- _Aim of the task_
In the listing that follows, the range to quote begins at the line that has "const LANE_FIELDS_READ: Readonly<Record<ModelType, readonly" and ends after the line that has "export function laneFieldsNotRead(line: Line): readonly"; quote it verbatim and add nothing.

- _Exercise input_
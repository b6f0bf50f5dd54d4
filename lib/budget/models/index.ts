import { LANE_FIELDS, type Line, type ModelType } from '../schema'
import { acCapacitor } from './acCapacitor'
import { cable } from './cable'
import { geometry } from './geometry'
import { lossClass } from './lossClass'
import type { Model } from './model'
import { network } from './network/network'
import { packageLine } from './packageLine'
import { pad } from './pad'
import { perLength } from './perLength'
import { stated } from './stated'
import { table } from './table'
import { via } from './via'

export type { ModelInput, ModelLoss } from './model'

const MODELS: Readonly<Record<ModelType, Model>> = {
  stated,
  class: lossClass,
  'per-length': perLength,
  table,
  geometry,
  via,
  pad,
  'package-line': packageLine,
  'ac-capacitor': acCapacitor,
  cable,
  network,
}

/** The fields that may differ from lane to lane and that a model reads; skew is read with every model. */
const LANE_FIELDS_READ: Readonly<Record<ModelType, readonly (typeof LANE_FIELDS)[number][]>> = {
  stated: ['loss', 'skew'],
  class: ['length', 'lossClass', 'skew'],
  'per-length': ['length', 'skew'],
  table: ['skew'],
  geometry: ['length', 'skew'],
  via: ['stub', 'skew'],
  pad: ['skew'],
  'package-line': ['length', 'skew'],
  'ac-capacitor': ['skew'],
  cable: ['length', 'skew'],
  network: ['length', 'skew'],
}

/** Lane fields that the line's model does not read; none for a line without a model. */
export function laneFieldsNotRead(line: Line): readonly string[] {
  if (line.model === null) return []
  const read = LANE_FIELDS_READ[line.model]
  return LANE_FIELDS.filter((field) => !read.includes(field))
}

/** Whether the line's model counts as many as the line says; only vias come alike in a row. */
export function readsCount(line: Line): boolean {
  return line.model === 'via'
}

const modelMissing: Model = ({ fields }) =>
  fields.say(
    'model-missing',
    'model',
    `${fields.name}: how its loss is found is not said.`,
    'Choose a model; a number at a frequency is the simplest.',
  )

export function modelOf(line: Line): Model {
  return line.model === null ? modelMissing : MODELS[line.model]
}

- _Result of the exercise_
const LANE_FIELDS_READ: Readonly<Record<ModelType, readonly (typeof LANE_FIELDS)[number][]>> = {
  stated: ['loss', 'skew'],
  class: ['length', 'lossClass', 'skew'],
  'per-length': ['length', 'skew'],
  table: ['skew'],
  geometry: ['length', 'skew'],
  via: ['stub', 'skew'],
  pad: ['skew'],
  'package-line': ['length', 'skew'],
  'ac-capacitor': ['skew'],
  cable: ['length', 'skew'],
  network: ['length', 'skew'],
}

/** Lane fields that the line's model does not read; none for a line without a model. */
export function laneFieldsNotRead(line: Line): readonly string[] {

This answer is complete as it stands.